◆ Exercise directions:
Give back exactly the lines of the material below, starting with the line with "return seeing_at_row(float(row))" and going on through the line with "telescope = self.observatory.telescope".

◆ Entries supplied:
*-*-*

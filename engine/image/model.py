"""The night's image model: sizes, shares of light, and the seeing behind a measured image."""

from __future__ import annotations

import math
from collections.abc import Sequence

import numpy as np
from numpy.typing import ArrayLike

from engine.errors import NoAnswer
from engine.image.dispersion import filter_dispersion_arcsec
from engine.image.enclosed import enclosed_share
from engine.image.prepared import Prepared
from engine.image.table import (
    LEAST_SEEING_ARCSEC,
    MOST_AIRMASS,
    MOST_SEEING_ARCSEC,
    Table,
    airmass_position,
    beyond,
    build_table,
    column_at,
    look_up,
    seeing_at_row,
    seeing_position,
)
from engine.image.terms import ImageSize, take_apart
from engine.image.transfer import Blur, Floats, atmosphere_factor
from engine.logbook.observatory import Observatory
from engine.positions.air import Air


class ImageModel:
    """How large star images are through each filter, for one observatory in one night's air.

    Image size is the diameter (arcsec) of the circle as large as the area of the delivered image
    above half its peak: pixel included, the FWHM of a round image. Seeing is always the FWHM in
    arcsec that Kolmogorov turbulence of the same r0 gives at the zenith and 500 nm, as a seeing
    monitor reports it; an outer scale makes images smaller than that. Each filter's table is built
    when first asked for.

    Good to 1 % against two-dimensional convolution for apertures of 0.1 to 4 m, seeing of 0.3 to
    6 arcsec, outer scales from 2 m and airmass to 4. Lower down the air's curvature, which
    dispersion ignores, matters. A filter's light is taken as one wavelength, spread evenly from
    edge to edge by dispersion: right to 1.5 % for the usual broad bands up to airmass 3, too large
    for wider blue ones lower down. The smear is taken as parallel to a side of the pixels. An image
    that is little more than one pixel is a square whose corners any further blur rounds: there,
    below 1.13 pixels, sizes can fall by up to 5 % while seeing grows.
    """

    def __init__(
        self,
        observatory: Observatory,
        air: Air | None = None,
        *,
        dispersion_corrected: bool | None = None,
    ) -> None:
        """Take standard air at the site's height unless ``air`` is given.

        ``dispersion_corrected`` says whether a corrector takes all dispersion away; as the
        observatory's telescope says when None.
        """
        if dispersion_corrected is None:
            dispersion_corrected = observatory.telescope.dispersion_corrector
        self.observatory = observatory
        self.air = air or Air.standard(observatory.site.elevation_m)
        self.dispersion_corrected = dispersion_corrected
        self._tables: dict[int, Table] = {}

    def prepare(self, airmass: ArrayLike, filters: Sequence[int] | None = None) -> Prepared:
        """Place airmasses (any shape, such as (N, T)) in the tables, to be read for any seeing."""
        return Prepared([self.table(index) for index in self._wanted(filters)], airmass)

    def sizes_arcsec(
        self,
        seeing_arcsec: ArrayLike,
        airmass: ArrayLike,
        filters: Sequence[int] | None = None,
    ) -> Floats:
        """Return sizes (F, *broadcast shape) for all filters, or those of the given indices.

        NaN where airmass or seeing is NaN or not positive; see `size_arcsec`.
        """
        seeing = np.asarray(seeing_arcsec, dtype=np.float64)
        row = seeing_position(seeing)
        column = airmass_position(np.asarray(airmass, dtype=np.float64))
        surfaces = [self.table(index).size_arcsec for index in self._wanted(filters)]
        return np.asarray(
            np.stack([look_up(surface, row, column) for surface in surfaces]) * beyond(seeing)
        )

    def size_arcsec(
        self, filter_index: int, seeing_arcsec: ArrayLike, airmass: ArrayLike
    ) -> Floats:
        """Return sizes in arcsec (broadcast shape) through one filter, from its table, to 0.2 %.

        Seeing below 0.1 arcsec counts as that; above 20 arcsec sizes grow in proportion. Airmass
        below 1 counts as 1 and above 40 as 40.
        """
        return np.asarray(self.sizes_arcsec(seeing_arcsec, airmass, (filter_index,))[0])

    def breakdown(self, filter_index: int, seeing_arcsec: float, airmass: float) -> ImageSize:
        """Take one image apart by direct convolution; see `ImageSize`.

        Raises NoAnswer when seeing or airmass is not a positive number (below the horizon).
        """
        return take_apart(self.blur(filter_index, seeing_arcsec, airmass))

    def zenith_seeing_arcsec(
        self, filter_index: int, measured_fwhm_arcsec: float, airmass: float
    ) -> float:
        """Return the zenith seeing at 500 nm (arcsec) that explains a measured image size.

        The inverse of `size_arcsec` through the same table. Raises NoAnswer when the image is
        sharper than the instrument gives in any seeing from 0.1 arcsec up, so near to one pixel
        that two seeings would explain it, or no positive number.
        """
        self._refuse_nonsense("measured image size", measured_fwhm_arcsec)
        self._refuse_nonsense("airmass", airmass)
        sizes = column_at(self.table(filter_index).size_arcsec, airmass)
        smallest = int(np.argmin(sizes))
        said = (
            f"an image of {measured_fwhm_arcsec:.2f} arcsec in "
            f"{self.observatory.filters[filter_index].name} at airmass {airmass:.2f}"
        )
        if measured_fwhm_arcsec < sizes[smallest]:
            raise NoAnswer(
                f"{said} is sharper than this telescope gives in the best seeing "
                f"({sizes[smallest]:.2f} arcsec): check the focal length, the pixel size, and the "
                "optics and tracking terms"
            )
        if measured_fwhm_arcsec < np.max(sizes[: smallest + 1]):
            raise NoAnswer(f"{said} is hardly more than one pixel: it tells nothing of the seeing")
        if measured_fwhm_arcsec > sizes[-1]:
            return float(MOST_SEEING_ARCSEC * measured_fwhm_arcsec / sizes[-1])
        rising = np.maximum.accumulate(sizes[smallest:])
        row = np.interp(measured_fwhm_arcsec, rising, np.arange(smallest, sizes.size))
        return seeing_at_row(float(row))

    def peak_fractions(
        self, filter_index: int, seeing_arcsec: ArrayLike, airmass: ArrayLike
    ) -> Floats:
        """Return the share of a star's light in its brightest pixel, star centred on it.

        From the filter's table, broadcast; NaN as in `size_arcsec`. An upper limit for a star that
        falls between pixels.
        """
        seeing = np.asarray(seeing_arcsec, dtype=np.float64)
        density = look_up(
            self.table(filter_index).peak_per_arcsec2,
            seeing_position(seeing),
            airmass_position(np.asarray(airmass, dtype=np.float64)),
        )
        return np.asarray(
            np.minimum(density / beyond(seeing) ** 2 * self.observatory.pixel_arcsec**2, 1.0)
        )

    def peak_fraction(self, filter_index: int, seeing_arcsec: float, airmass: float) -> float:
        """Return `peak_fractions` of one image."""
        return float(self.peak_fractions(filter_index, seeing_arcsec, airmass))

    def enclosed(
        self, filter_index: int, seeing_arcsec: float, airmass: float, radius_arcsec: float
    ) -> float:
        """Return the share of a star's light within a radius (arcsec), by direct transform.

        Raises NoAnswer when seeing or airmass is not a positive number (below the horizon).
        """
        return enclosed_share(self.blur(filter_index, seeing_arcsec, airmass), radius_arcsec)

    def blur(self, filter_index: int, seeing_arcsec: float, airmass: float) -> Blur:
        """Return all that blurs one image: for direct convolution, and for second opinions."""
        self._refuse_nonsense("seeing", seeing_arcsec)
        self._refuse_nonsense("airmass", airmass)
        telescope = self.observatory.telescope
        wavelength_nm = self.observatory.filters[filter_index].wavelength_nm
        bounded = min(max(airmass, 1.0), MOST_AIRMASS)
        factor = float(atmosphere_factor(wavelength_nm, np.asarray(bounded)))
        return Blur(
            wavelength_nm=wavelength_nm,
            aperture_m=telescope.aperture_m,
            obstruction=telescope.obstruction,
            atmosphere_arcsec=max(seeing_arcsec, LEAST_SEEING_ARCSEC) * factor,
            outer_scale_m=self.observatory.seeing.outer_scale_m,
            optics_arcsec=telescope.optics_fwhm_arcsec,
            tracking_arcsec=telescope.tracking_fwhm_arcsec,
            dispersion_arcsec=float(self._dispersion_arcsec(filter_index, bounded)),
            pixel_arcsec=self.observatory.pixel_arcsec,
        )

    def table(self, filter_index: int) -> Table:
        """Return the table of one filter, built on first use (about 40 ms)."""
        table = self._tables.get(filter_index)
        if table is None:
            fixed = self.blur(filter_index, 1.0, 1.0)
            table = build_table(fixed, lambda x: self._dispersion_arcsec(filter_index, x))
            self._tables[filter_index] = table
        return table

    def _wanted(self, filters: Sequence[int] | None) -> Sequence[int]:
        return range(len(self.observatory.filters)) if filters is None else filters

    def _dispersion_arcsec(self, filter_index: int, airmass: ArrayLike) -> Floats:
        return filter_dispersion_arcsec(
            self.observatory.filters[filter_index],
            airmass,
            self.air,
            corrected=self.dispersion_corrected,
        )

    @staticmethod
    def _refuse_nonsense(what: str, value: float) -> None:
        if not (math.isfinite(value) and value > 0.0):
            raise NoAnswer(f"{what} {value:g}: there is no image to speak of")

*-*-*

◆ Response to this exercise:
        return seeing_at_row(float(row))

    def peak_fractions(
        self, filter_index: int, seeing_arcsec: ArrayLike, airmass: ArrayLike
    ) -> Floats:
        """Return the share of a star's light in its brightest pixel, star centred on it.

        From the filter's table, broadcast; NaN as in `size_arcsec`. An upper limit for a star that
        falls between pixels.
        """
        seeing = np.asarray(seeing_arcsec, dtype=np.float64)
        density = look_up(
            self.table(filter_index).peak_per_arcsec2,
            seeing_position(seeing),
            airmass_position(np.asarray(airmass, dtype=np.float64)),
        )
        return np.asarray(
            np.minimum(density / beyond(seeing) ** 2 * self.observatory.pixel_arcsec**2, 1.0)
        )

    def peak_fraction(self, filter_index: int, seeing_arcsec: float, airmass: float) -> float:
        """Return `peak_fractions` of one image."""
        return float(self.peak_fractions(filter_index, seeing_arcsec, airmass))

    def enclosed(
        self, filter_index: int, seeing_arcsec: float, airmass: float, radius_arcsec: float
    ) -> float:
        """Return the share of a star's light within a radius (arcsec), by direct transform.

        Raises NoAnswer when seeing or airmass is not a positive number (below the horizon).
        """
        return enclosed_share(self.blur(filter_index, seeing_arcsec, airmass), radius_arcsec)

    def blur(self, filter_index: int, seeing_arcsec: float, airmass: float) -> Blur:
        """Return all that blurs one image: for direct convolution, and for second opinions."""
        self._refuse_nonsense("seeing", seeing_arcsec)
        self._refuse_nonsense("airmass", airmass)
        telescope = self.observatory.telescope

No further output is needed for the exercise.